Legal Aid - For Those Who Can't Afford Quebec Lawyers
Natalie Fraser for The Lawyers Weekly
Quebec Duty Counsel
Many provinces provide Quebec duty counsel lawyers for people appearing in court without a lawyer, particularly in the areas of Quebec criminal and family law. Quebec duty counsel will advise criminal clients of their rights and help them in applying for bail. They may assist clients in entering guilty pleas or with sentencing, but for serious matters such as these often request an adjournment to allow the client to seek some form of Quebec legal representation.
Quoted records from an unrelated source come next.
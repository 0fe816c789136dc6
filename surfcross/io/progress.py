"""Progress lines: one line per optimizer step, and a header listing every setting.

Everything goes through the logger ``surfcross.progress`` at INFO level; the command line
decides where it ends up. Example line::

    step   4  E(S1) -74.512345678  gap 0.0672 eV  Fmax 1.23e-03  step 0.0412  trust 0.300  3.2 s
"""

from __future__ import annotations

import logging
from typing import Any, Iterable, Mapping

from ..units import HARTREE_IN_EV

__all__ = ["logger", "flatten_settings", "settings_lines", "log_settings", "step_line",
           "ProgressWriter"]

logger = logging.getLogger("surfcross.progress")


def flatten_settings(settings: Mapping[str, Any], prefix: str = "") -> list[tuple[str, Any]]:
    """Nested settings -> [('optimizer.max_steps', 100), ...] in the given order."""
    out: list[tuple[str, Any]] = []
    for key, value in settings.items():
        name = f"{prefix}{key}"
        if isinstance(value, Mapping) and value:
            out.extend(flatten_settings(value, name + "."))
        else:
            out.append((name, value))
    return out


def _show(value: Any) -> str:
    if isinstance(value, (list, tuple)):
        return ", ".join(_show(v) for v in value) if value else "(none)"
    if value is None:
        return "(none)"
    if hasattr(value, "natom") and hasattr(value, "symbols"):
        return f"{value.natom} atoms, charge {value.charge}, 2S {value.spin}"
    return str(value)


def settings_lines(settings: Mapping[str, Any], title: str = "settings") -> list[str]:
    """The header as text lines: every effective setting, one per line, aligned."""
    items = flatten_settings(settings)
    width = max((len(k) for k, _ in items), default=0)
    return [f"-- {title} --"] + [f"  {k:<{width}}  {_show(v)}" for k, v in items]


def log_settings(settings: Mapping[str, Any], title: str = "settings") -> None:
    """Log the settings header at INFO level."""
    for line in settings_lines(settings, title):
        logger.info(line)


def _roots(value: Any) -> tuple[str, ...]:
    """Adiabatic roots that carry the followed states (tracking record, else info['root(s)'])."""
    tracking = getattr(value, "tracking", None)
    if tracking is not None and getattr(tracking, "roots", None):
        return tuple(str(r) for r in tracking.roots)
    info = getattr(value, "info", {}) or {}
    if "roots" in info:
        return tuple(str(r) for r in info["roots"])
    if "root" in info:
        return (str(info["root"]),)
    return ()


def step_line(record: Any, previous_roots: Iterable[str] = ()) -> str:
    """One progress line for a StepRecord; names the roots followed when they changed."""
    value = record.value
    parts = [f"step {record.iteration:3d}"]
    parts += [f"E({label}) {energy:.9f}" for label, energy in value.energies_eh.items()]
    if not value.energies_eh:
        parts.append(f"value {value.value:.9f}")
    if value.gap_eh is not None:
        parts.append(f"gap {value.gap_eh * HARTREE_IN_EV:.4f} eV")
    parts.append(f"Fmax {record.max_force:.2e}")
    parts.append(f"step {record.step_length:.4f}")
    parts.append(f"trust {record.trust_radius:.3f}")
    parts.append(f"{record.elapsed_s:.1f} s")
    roots = _roots(value)
    previous = tuple(previous_roots)
    if roots and roots != previous:
        tracking = getattr(value, "tracking", None)
        targets = tuple(getattr(tracking, "targets", ()) or value.energies_eh) or roots
        # a pair lists its roots by energy: use the tracker's target -> root assignment
        assignment = dict((getattr(tracking, "info", None) or {}).get("assignment", {}))
        if assignment:
            follow = ", ".join(f"{t} on root {r}" for t, r in assignment.items())
        elif len(targets) == 2 and len(roots) == 2:
            follow = f"{targets[0]}/{targets[1]} on roots {roots[0]} (lower), {roots[1]} (upper)"
        else:
            follow = ", ".join(f"{t} on root {r}" for t, r in zip(targets, roots))
        parts.append(f"[following {follow}]" if not previous else f"[root change: {follow}]")
    if record.converged:
        parts.append("[converged]")
    if not record.accepted:
        why = record.message.removeprefix("rejected").lstrip(": ")
        parts.append("[rejected" + (f": {why}]" if why else "]"))
    elif record.message:
        parts.append(f"({record.message})")
    return "  ".join(parts)


class ProgressWriter:
    """Observer logging one line per StepRecord to ``surfcross.progress``."""

    def __init__(self) -> None:
        self._roots: tuple[str, ...] = ()

    def __call__(self, record: Any) -> None:
        logger.info(step_line(record, self._roots))
        if record.accepted:
            self._roots = _roots(record.value) or self._roots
In Quebec family court, duty counsel assist clients in preparing and reviewing documents, offer representation at motions and hearings, and help negotiate settlements.
By assisting people who appear in Quebec court without a lawyer, duty counsel ensure that anyone involved in a court matter receives legal advice.
Quebec Legal Aid Certificates
People who can't afford to pay a lawyer can apply for representation through Quebec legal aid. Quebec legal aid operates under different authorities from province to province, generally run by either the government or the province's law society.
Applicants for Quebec legal aid must provide proof that they don't have the financial resources to pay a lawyer. As well, the Quebec legal aid plan must cover the matter for which they require assistance; coverage differs among provinces. If these two conditions are met, applicants usually receive a Quebec legal aid certificate. They may then choose a lawyer - one who accepts Quebec legal aid certificates - to act on their behalf. The province pays the lawyer to represent the client, based on a set tariff.
Rather than assigning a lawyer to the client, legal aid certificates provide the benefit of allowing clients to select a lawyer of their choice to act for them.
Access Quebec Lawyers through Legal Aid Programs
Some provinces offer special Quebec legal aid services in addition to providing certificates. These community clinics and programs generally provide assistance to low-income people or special groups of people. They offer help in areas such as tenant rights, government pensions, immigration, and employment and human rights. Programs for special groups include services for aboriginals, seniors, and the disabled.
Lawyers and legal workers at community clinics and legal aid programs provide information and legal advice in their particular area of law, and some offer legal representation. Clinics may also offer services in the area of public service law, by engaging in test cases, and providing public legal education and community awareness.
Quebec Student Legal Aid Clinics
Quebec legal aid societies at many law schools across Canada offer assistance to people who can't afford a lawyer. Students, supervised by practising lawyers, provide representation to clients in areas such as minor criminal or traffic charges, small claims court matters, tenant issues, and workers compensation.
Although students cannot represent people on major legal issues, they offer valuable legal assistance to people who otherwise could not retain a lawyer, and assist clients with issues that often have a significant impact on their lives.
People who cannot afford the services of a lawyer can apply for representation through legal aid. Legal aid operates under different authorities from province to province, generally run by either the government or the province's law society.
Applicants for Quebec legal aid must show legal aid officials that they don't have the financial resources to pay a lawyer. As well, the legal aid plan must cover the matter for which they require assistance, since coverage differs from province to province. If these two conditions are met, applicants generally receive a Quebec legal aid certificate. They may then choose a lawyer who accepts legal aid certificates to act on their behalf.
Legal aid societies at various law schools across Canada offer another option. These societies set up legal aid clinics run by law students and supervised by lawyers. The students act on behalf of those who cannot afford a lawyer
Natalie Fraser practised law in Whitby, Ontario for seventeen years and is now a freelance legal writer. She often writes for The Lawyers Weekly.